Conclusions: While generative AI shows promise as a pharmacist assistance tool, significant limitations-including high-risk errors (eg, contraindication omissions), inadequate localization, and complex reasoning gaps-preclude autonomous clinical decision-making. Performance stratification highlights DeepSeek-R1's current advantage, but all systems require optimization in dynamic knowledge updating, complex scenario reasoning, and output interpretability. Future deployment must prioritize human oversight (human-AI co-review), ethical safeguards, and continuous evaluation frameworks.

Abstract Image

查看原文本刊更多论文

生成式人工智能系统在解决临床药学问题中的比较分析：混合方法研究。

背景：生成式人工智能（AI）系统越来越多地应用于临床药学；然而，在不同的实践场景中，对其有效性、局限性和风险的系统评估仍然有限。目的：本研究旨在使用多维框架，定量评价和比较8个主流生成式人工智能系统在药物咨询、药物教育、处方审查和药物护理案例分析4个核心临床药学场景中的表现。方法：通过分层抽样从现实世界（如医院咨询、临床病例库和国家药剂师培训数据库）中选择48个临床验证问题。三名研究人员在一天内（2025年2月20日）使用标准化提示同时测试了8种不同的生成式人工智能系统（ERNIE Bot、Doubao、Kimi、Qwen、gpt - 40、Gemini-1.5-Pro、Claude-3.5-Sonnet和DeepSeek-R1）。采用双盲评分设计，由6名经验丰富的临床药师（≥5年经验）从准确性、严谨性、适用性、逻辑一致性、简洁性和普遍性6个维度对人工智能反应进行评估，按预定义标准评分0-10分（例如，不准确性为-3分，不完全严谨性为-2分）。统计分析采用单因素方差分析，采用双因素随机模型（2-way random model），采用Tukey honest Significant Difference （HSD）事后检验和类内相关系数（ICC）进行组间信度检验。定性专题分析确定了反复出现的错误和局限性。结果：DeepSeek- r1 （DeepSeek）获得了最高的综合性能(平均综合评分：药物咨询9.4,SD 1.0；病例分析9.3,SD 1.0)，在复杂任务中明显优于其他(pp结论：虽然生成式人工智能显示出作为药剂师辅助工具的希望，但显着的局限性-包括高风险错误（例如，禁忌症遗漏），定位不足和复杂的推理差距-阻碍了自主临床决策。性能分层突出了DeepSeek-R1当前的优势，但所有系统都需要在动态知识更新、复杂场景推理和输出可解释性方面进行优化。未来的部署必须优先考虑人类监督（人类-人工智能联合审查）、道德保障和持续评估框架。
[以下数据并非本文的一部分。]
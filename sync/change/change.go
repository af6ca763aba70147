// Package change is the unit in which records travel and are kept: one change sets or
// clears one field of one record, a batch is what one action changed, and a frame is a
// sealed batch in the journal of one device.
//
// A change says which earlier changes of the same field it supersedes. That, and never
// a clock, decides what is current; package merge works it out. The clock here (a hybrid
// logical clock) only puts a history into an order that people understand.
//
// Everything has exactly one encoding: what decodes encodes to the same bytes again, or
// it is refused. Fields of a newer minor version are kept byte for byte and passed on;
// frames of a newer major version are kept sealed and passed on. DEVELOPERS.md
// holds the specification; test vectors are in testdata/vectors.
package change

import (
	"bytes"
	"cmp"
	"encoding/hex"
	"errors"
	"fmt"
	"unicode/utf8"

	"github.com/google/uuid"

	"cordwalk.example/cordwalk/exam"
)

// ID names a change for ever: a UUID of version 7 (RFC 9562).
type ID [16]byte

// NewID makes an ID that sorts after those made before it in this process.
func NewID() ID { return ID(uuid.Must(uuid.NewV7())) }

// IsZero reports whether the ID names nothing.
func (id ID) IsZero() bool { return id == ID{} }

// String returns the UUID in its usual form.
func (id ID) String() string { return exam.ID(id).String() }

// Compare orders ids by their bytes.
func (id ID) Compare(other ID) int { return bytes.Compare(id[:], other[:]) }

// Incarnation is one life of one device: random, and new whenever the store may have
// been copied, restored or left with an unreadable tail, so that no sequence number is
// ever used twice.
type Incarnation [16]byte

// NewIncarnation makes a random incarnation.
func NewIncarnation() Incarnation { return Incarnation(uuid.New()) }

// String returns 32 hexadecimal digits.
func (i Incarnation) String() string { return hex.EncodeToString(i[:]) }

// IsZero reports whether the incarnation names nothing.
func (i Incarnation) IsZero() bool { return i == Incarnation{} }

// Site names a place of the practice whose records are held together.
type Site [16]byte

// NewSite makes a random site.
func NewSite() Site { return Site(uuid.New()) }

// String returns 32 hexadecimal digits.
func (s Site) String() string { return hex.EncodeToString(s[:]) }

// Stream is what one device incarnation wrote for one site. Its sequence numbers begin
// at 1 and have no holes; its frames form a hash chain.
type Stream struct {
	Device Incarnation
	Site   Site
}

// String returns "device/site" in hexadecimal digits.
func (s Stream) String() string { return s.Device.String() + "/" + s.Site.String() }

// Name returns 64 hexadecimal digits, fit for file names and keys.
func (s Stream) Name() string { return s.Device.String() + s.Site.String() }

// ParseStream reads what Name wrote.
func ParseStream(name string) (Stream, error) {
	b, err := hex.DecodeString(name)
	if err != nil || len(b) != 32 || hex.EncodeToString(b) != name {
		return Stream{}, fmt.Errorf("%w: %.80q is no stream: want 64 hexadecimal digits", ErrMalformed, name)
	}
	return Stream{Incarnation(b[:16]), Site(b[16:])}, nil
}

// Compare orders streams by device, then site.
func (s Stream) Compare(other Stream) int {
	return cmp.Or(bytes.Compare(s.Device[:], other.Device[:]), bytes.Compare(s.Site[:], other.Site[:]))
}

// Kind tells what sort of record a change belongs to. Kinds that a program does not know
// are kept and passed on.
type Kind uint16

// The kinds of record.
const (
	KindPractice   Kind = 1 // the practice: protocols, examiners, letterhead
	KindPatient    Kind = 2
	KindVisit      Kind = 3 // a visit with its findings and measures
	KindEdge       Kind = 4 // two patients are one animal: Patient and Record are their ids
	KindAudit      Kind = 5 // who exported, joined, removed, erased what
	KindMember     Kind = 6 // a member device: its name, its removal
	KindOwner      Kind = 7 // an owner, whose contact data are sealed apart
	KindAttachment Kind = 8 // a photo, film or document in files/
	KindView       Kind = 9 // who looked at which patient on which day
)

// FieldClosed is the field of a visit that a closing sets. See merge.
const FieldClosed = "closed"

// Act tells what a change is to its field beyond setting it.
type Act uint8

// The acts.
const (
	Edit    Act = 0 // an ordinary entry or correction
	Amend   Act = 1 // after closing, with a reason
	Accept  Act = 2 // a value that arrived after closing now counts, with a reason
	Pick    Act = 3 // one of several conflicting values was chosen
	Undo    Act = 4 // an entry was taken back before closing
	Restore Act = 5 // an earlier value was set again from the history
	Admit   Act = 6 // a quarantined value was admitted
)

var actWords = [...]string{"edit", "amend", "accept", "pick", "undo", "restore", "admit"}

// String returns the act's word, "act 9" for one that this program does not know.
func (a Act) String() string {
	if int(a) < len(actWords) {
		return actWords[a]
	}
	return fmt.Sprintf("act %d", uint8(a))
}

// AfterClosing reports whether the writer knew that the visit was closed.
func (a Act) AfterClosing() bool { return a == Amend || a == Accept || a == Admit }

// Change sets or clears one field of one record.
//
// Stream, Seq and Examiner stand once in the batch and its frame, not in each change;
// decoding fills them in.
type Change struct {
	Stream   Stream `cbor:"-"`
	Seq      uint64 `cbor:"-"` // from 1, without holes, within Stream
	Examiner string `cbor:"-"` // who made the change: the examiner's id or name

	ID         ID      `cbor:"1,keyasint"`
	Time       HLC     `cbor:"2,keyasint"`
	Kind       Kind    `cbor:"3,keyasint"`
	Patient    exam.ID `cbor:"4,keyasint,omitzero"` // zero where the record belongs to no patient
	Record     exam.ID `cbor:"5,keyasint,omitzero"` // for KindPractice zero
	Field      string  `cbor:"6,keyasint"`
	Value      []byte  `cbor:"7,keyasint,omitempty"`  // as the record's package encodes it; empty: cleared
	Supersedes []ID    `cbor:"8,keyasint,omitempty"`  // the heads of this field that the writer saw, ascending
	Act        Act     `cbor:"9,keyasint,omitempty"`  //
	Reason     string  `cbor:"10,keyasint,omitempty"` // required where Act.AfterClosing
	Seen       []ID    `cbor:"11,keyasint,omitempty"` // of a closing: the heads of all the visit's fields, ascending
	Before     uint64  `cbor:"12,keyasint,omitempty"` // see PreviousOf
	Extra      []byte  `cbor:"-"`                     // fields of a newer minor version, encoded, in order
}

// Cleared reports whether the change empties its field.
func (c Change) Cleared() bool { return len(c.Value) == 0 }

// PreviousOf encodes in Before the sequence number of the stream's last earlier change to the
// same patient (0: this is the first), so that a reader can tell which patients a missing
// frame cannot have touched.
func PreviousOf(seq uint64) uint64 { return seq + 1 }

// Previous decodes Before; ok is false where the writer did not say.
func (c Change) Previous() (seq uint64, ok bool) {
	if c.Before == 0 {
		return 0, false
	}
	return c.Before - 1, true
}

// Compare puts changes into the order of a history: by time, then sequence, then id. It says nothing
// about what is current. The stream takes no part: which of the two branches of a fork has the stream's own
// name is up to each device.
func (c Change) Compare(d Change) int {
	return cmp.Or(cmp.Compare(c.Time, d.Time), cmp.Compare(c.Seq, d.Seq), c.ID.Compare(d.ID))
}

// Limits of one change, batch and frame. A frame that asks for more is refused before
// anything is allocated for it.
const (
	MaxField      = 200     // bytes of a field's name
	MaxText       = 4 << 10 // bytes of a reason or an examiner
	MaxValue      = 1 << 20 // bytes of a value
	MaxSupersedes = 1024    // ids
	MaxSeen       = 1 << 16 // ids
	MaxChanges    = 1 << 14 // changes in a batch
	MaxBody       = 4 << 20 // bytes of a sealed batch
)

// The errors that readers tell apart.
var (
	// ErrMalformed means that the bytes do not follow the format.
	ErrMalformed = errors.New("malformed")
	// ErrNewer means that the bytes follow a newer major version: keep them sealed, pass them on.
	ErrNewer = errors.New("written by a newer version of this program")
	// ErrSealed means that the frame does not open: it was altered, or it belongs to another practice.
	ErrSealed = errors.New("sealed with another key, or altered")
	// ErrNoKey means that no key of the frame's epoch is at hand.
	ErrNoKey = errors.New("no key of this epoch")
	// ErrCut means that the bytes end before the frame does.
	ErrCut = errors.New("cut off")
)

// Validate checks the rules that every change keeps; decoding and sealing apply it.
func (c Change) Validate() error {
	bad := func(format string, args ...any) error {
		return fmt.Errorf("%w: change %s: %s", ErrMalformed, c.ID, fmt.Sprintf(format, args...))
	}
	switch {
	case c.ID.IsZero():
		return bad("it has no id")
	case c.Kind == 0:
		return bad("it has no kind")
	case c.Field == "" || len(c.Field) > MaxField:
		return bad("its field name has %d bytes, allowed are 1 to %d", len(c.Field), MaxField)
	case !utf8.ValidString(c.Field) || !utf8.ValidString(c.Reason):
		return bad("a text is not UTF-8")
	case len(c.Value) > MaxValue:
		return bad("its value has %d bytes, allowed are %d", len(c.Value), MaxValue)
	case len(c.Reason) > MaxText:
		return bad("its reason has %d bytes, allowed are %d", len(c.Reason), MaxText)
	case c.Act.AfterClosing() && c.Reason == "":
		return bad("%s needs a reason", c.Act)
	case len(c.Supersedes) > MaxSupersedes:
		return bad("it supersedes %d changes, allowed are %d", len(c.Supersedes), MaxSupersedes)
	case len(c.Seen) > MaxSeen:
		return bad("it saw %d heads, allowed are %d", len(c.Seen), MaxSeen)
	case !ascending(c.Supersedes) || !ascending(c.Seen):
		return bad("its lists of ids are not in ascending order without repeats")
	case contains(c.Supersedes, c.ID):
		return bad("it supersedes itself")
	}
	return nil
}

func contains(ids []ID, id ID) bool {
	for _, x := range ids {
		if x == id {
			return true
		}
	}
	return false
}

func ascending(ids []ID) bool {
	for i := 1; i < len(ids); i++ {
		if ids[i-1].Compare(ids[i]) >= 0 {
			return false
		}
	}
	return true
}

// Batch is what one action changed: all of it is kept, or nothing. Its changes have the
// sequence numbers First, First+1, …
type Batch struct {
	Stream   Stream
	First    uint64
	Examiner string
	Changes  []Change
	Extra    []byte // fields of a newer minor version, encoded, in order
}

// Last returns the sequence number of the batch's last change.
func (b Batch) Last() uint64 { return b.First + uint64(len(b.Changes)) - 1 }

// Validate checks the batch and each change in it.
func (b Batch) Validate() error {
	switch {
	case len(b.Changes) == 0 || len(b.Changes) > MaxChanges:
		return fmt.Errorf("%w: a batch holds %d changes, allowed are 1 to %d", ErrMalformed, len(b.Changes), MaxChanges)
	case b.First == 0 || b.Last() < b.First:
		return fmt.Errorf("%w: a batch begins at sequence %d", ErrMalformed, b.First)
	case len(b.Examiner) > MaxText || !utf8.ValidString(b.Examiner):
		return fmt.Errorf("%w: the examiner has %d bytes, allowed are %d of UTF-8", ErrMalformed, len(b.Examiner), MaxText)
	}
	for _, c := range b.Changes {
		if err := c.Validate(); err != nil {
			return err
		}
	}
	return nil
}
本文章由计算机程序翻译，如有差异，请以英文原文为准。

求助全文

约1分钟内获得全文求助全文

来源期刊

JMIR Medical Informatics Medicine-Health Informatics

CiteScore

7.90

自引率

3.10%

发文量

173

审稿时长

12 weeks

期刊介绍： JMIR Medical Informatics (JMI, ISSN 2291-9694) is a top-rated, tier A journal which focuses on clinical informatics, big data in health and health care, decision support for health professionals, electronic health records, ehealth infrastructures and implementation. It has a focus on applied, translational research, with a broad readership including clinicians, CIOs, engineers, industry and health informatics professionals. Published by JMIR Publications, publisher of the Journal of Medical Internet Research (JMIR), the leading eHealth/mHealth journal (Impact Factor 2016: 5.175), JMIR Med Inform has a slightly different scope (emphasizing more on applications for clinicians and health professionals rather than consumers/citizens, which is the focus of JMIR), publishes even faster, and also allows papers which are more technical or more formative than what would be published in the Journal of Medical Internet Research.